Now coming to a regular hexagon, not only the angles are each 120degree but the figure has absolute symmetry hence both these statements are required and are enough to say that the figure would a regular hexagon and then only we can get equilateral trianlgles.
dumbJoe Says
point taken, but who do you disagree with ?

I disagree that the answer is (C). The answer is (A).

i hope the explanation resolves your contention

point taken, but who do you disagree with ?
i am sorry for not giving a proper explanation.....


I actually started the post saying that I disagree with you but then I re-read the post and have now understood the point. :-P Hmm... This is indeed a good question. Lots of points to think. For those who havent been reading this from start, let me put it all together.

Question:
Three segments are drawn from opposite corners of a hexagon to form six triangles.These segments all bisect each other at point A. Are all of the triangles equilateral?
1. all six sides of hexagon are the same length
2. the three segments drawn between the opposite corners are equal length.

Analysis:
Definition of a hexagon: A polygon with six sides. The point here to note is that even a polygon with unequal sides is called a hexagon.
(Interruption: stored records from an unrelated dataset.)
def run_group(model_dict: dict, structural, combos, linear_solver: str = "auto", tolerance_k="model"):
    """One task: the model with ``structural`` values written in, its mesh ladder as ``thermgui
    solve`` runs it (``tolerance_k``: "model" = the file's ``mesh.tolerance_k``, a number, or None =
    the file's mesh with two finer ones for the band), unit responses on the band's meshes, then
    every superposed combination, each peak with its band (:mod:`solver.answers.whatifband`).
    Returns [(rows as dicts, basis error K)] per combo."""
    from solver.model.modelfile import parse_model
    from solver.answers.whatifband import band_levels_for, evaluate_with_band, rows_with_band

    d = copy.deepcopy(model_dict)
    for field, value in structural:
        _set(d, _split(field), value)
    if tolerance_k != "model":
        d.setdefault("mesh", {})["tolerance_k"] = tolerance_k
    model = parse_model(d)
    _, levels, _ = band_levels_for(model, linear_solver)
    out = []
    for combo in combos:
        scales = np.ones(len(model.heat_loads))
        for i, factor in combo["scales"].items():
            scales[i] = factor
        rec, bound = evaluate_with_band(levels, scales, combo["offset"])
        rows = rows_with_band(rec, bound)
        out.append(([{"part": r.part, "rated_c": r.rated_c, "peak_c": r.peak_c, "peak_error_k": r.peak_error_k,
                      "peak_time_s": r.peak_time_s, "margin_k": r.margin_k, "status": r.status} for r in rows],
                    float(levels.basis_change_k)))
    return out


def _validate_structural(model_dict, cases, source):
    """Every distinct structural case must be a valid model: ModelError naming case and field."""
    from solver.model.modelfile import parse_model

    for key, idx in group_cases(cases, model_dict):
        d = copy.deepcopy(model_dict)
        for field, value in key:
            _set(d, _split(field), value)
        try:
            parse_model(d)
        except ModelError as e:
            vals = ", ".join(f"{f} = {v:g}" for f, v in key)
            raise ModelError([(p, f"{m} (in case {idx[0]}: {vals})") for p, m in e.issues], source)


def run_sweep(model_dict, cases, client=None, progress=None, task=None, tolerance_k="model"):
    """Results per case [(rows, basis error)], computed on ``client`` (a dask.distributed Client) or
    serially in this process when ``client`` is None. ``task`` replaces :func:`run_group` (tests);
    ``tolerance_k`` is handed to it (see :func:`run_group`)."""
    task = task or run_group
    groups = group_cases(cases, model_dict)
    sup = [split_case(model_dict, c)[1] for c in cases]
    results = [None] * len(cases)
    done = 0
    if client is None:
        for key, idx in groups:
            for i, res in zip(idx, task(model_dict, key, [sup[i] for i in idx], tolerance_k=tolerance_k)):
                results[i] = res
            done += len(idx)
            if progress:
                progress(done, len(cases))
        return results
    from distributed import as_completed

    futures = {}
    for gi, (key, idx) in enumerate(groups):
        fut = client.submit(task, model_dict, key, [sup[i] for i in idx], tolerance_k=tolerance_k, pure=False,
                            key=f"sweep-group-{gi}-{os.getpid()}-{time.time_ns()}")
        futures[fut] = idx
    for fut in as_completed(list(futures)):
        idx = futures[fut]
        for i, res in zip(idx, fut.result()):
            results[i] = res
        done += len(idx)
        if progress:
            progress(done, len(cases))
    return results


def _num(v, fmt="{:.3f}"):
    return "" if v is None or (isinstance(v, float) and not math.isfinite(v)) else fmt.format(v)


def write_outputs(out_dir, variables, cases, results) -> None:
    """cases.csv, worst.csv and margin.png, each written whole then moved into place."""
    out = Path(out_dir)
    out.mkdir(parents=True, exist_ok=True)
    fields = [f for f, _ in variables]
    buf = io.StringIO()
    w = csv.writer(buf, lineterminator="\n")
    w.writerow(["case"] + fields + CASE_COLUMNS[1:])
    flat = []
    for ci, (case, (rows, err)) in enumerate(zip(cases, results)):
        for r in rows:
            flat.append((ci, case, r, err))
            w.writerow([ci] + [f"{case[f]:.6g}" for f in fields] +
                       [r["part"], _num(r["rated_c"], "{:.12g}"), _num(r["peak_c"]), _num(r.get("peak_error_k")),
                        _num(r["peak_time_s"], "{:.12g}"), _num(r["margin_k"]), r["status"], _num(err, "{:.2g}")])
    _replace(out / "cases.csv", buf.getvalue())
    buf = io.StringIO()
    w = csv.writer(buf, lineterminator="\n")
    w.writerow(["part", "worst_case", "peak_c", "peak_error_k", "margin_k", "status"] + fields)
    parts = list(dict.fromkeys(r["part"] for _, _, r, _ in flat))
    for part in parts:
        mine = [x for x in flat if x[2]["part"] == part]
        rated = [x for x in mine if x[2]["margin_k"] is not None]
        ci, case, r, _ = (min(rated, key=lambda x: x[2]["margin_k"]) if rated
                          else max(mine, key=lambda x: x[2]["peak_c"]))
        w.writerow([part, ci, _num(r["peak_c"]), _num(r.get("peak_error_k")), _num(r["margin_k"]), r["status"]]
                   + [f"{case[f]:.6g}" for f in fields])
    _replace(out / "worst.csv", buf.getvalue())
    _plot(out / "margin.png", variables, flat)


def _replace(path: Path, text: str) -> None:
    tmp = path.with_name(path.name + ".part")
    tmp.write_text(text, encoding="utf-8")
    tmp.replace(path)


def _plot(path: Path, variables, flat) -> None:
    import matplotlib

    matplotlib.use("Agg")
    import matplotlib.pyplot as plt

    rated_parts = list(dict.fromkeys(r["part"] for _, _, r, _ in flat if r["margin_k"] is not None))
    n = len(variables)
    fig, axes = plt.subplots(1, n, figsize=(4.2 * n, 3.4), squeeze=False)
    for ax, (field, _) in zip(axes[0], variables):
        for part in rated_parts:
            xs = [case[field] for _, case, r, _ in flat if r["part"] == part]
            ys = [r["margin_k"] for _, _, r, _ in flat if r["part"] == part]
            ax.plot(xs, ys, "o", ms=4, alpha=0.7, label=part)
        ax.axhline(0.0, color="0.3", lw=0.8)
        ax.set_xlabel(field)
        ax.set_ylabel("margin to rating, K")
        ax.grid(alpha=0.3)
    if rated_parts:
        axes[0][0].legend(fontsize=7)
    fig.suptitle("Sweep: margin against each variable (engineering estimates)", fontsize=9)
    fig.tight_layout()
    tmp = path.with_name(path.name + ".part.png")
    fig.savefig(tmp, dpi=110)
    plt.close(fig)
    tmp.replace(path)


def connect(scheduler: str | None, workers: int | None):
    """(client, cluster or None): an existing scheduler, or a LocalCluster on this machine."""
    from distributed import Client, LocalCluster

    if scheduler:
        return Client(scheduler, timeout=CONNECT_TIMEOUT_S), None
    n = workers or max(1, min(4, os.cpu_count() or 1))
    cluster = LocalCluster(n_workers=n, threads_per_worker=1, processes=True, dashboard_address=":0")
    return Client(cluster), cluster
Hence (2) alone is definitely not enough to answer the question as we can draw a hexagon with unequal sides which satisfies statement (2). But in this case, the triangles formed will be isoceles and not equilateral.

Now coming to (1). Statement (1) implies that the hexagon has equal sides. However, having equal sides does not necessarily imply that the hexagon is a regular hexagon. We can very well draw a stretched hexagon having equal sides. In this case, the triangles will be scalane. Hence (1) alone is also not enough.

Putting the two together gives us a figure which has to be a regular hexagon, in which case the triangles will be equilateral. Hence answer is (C).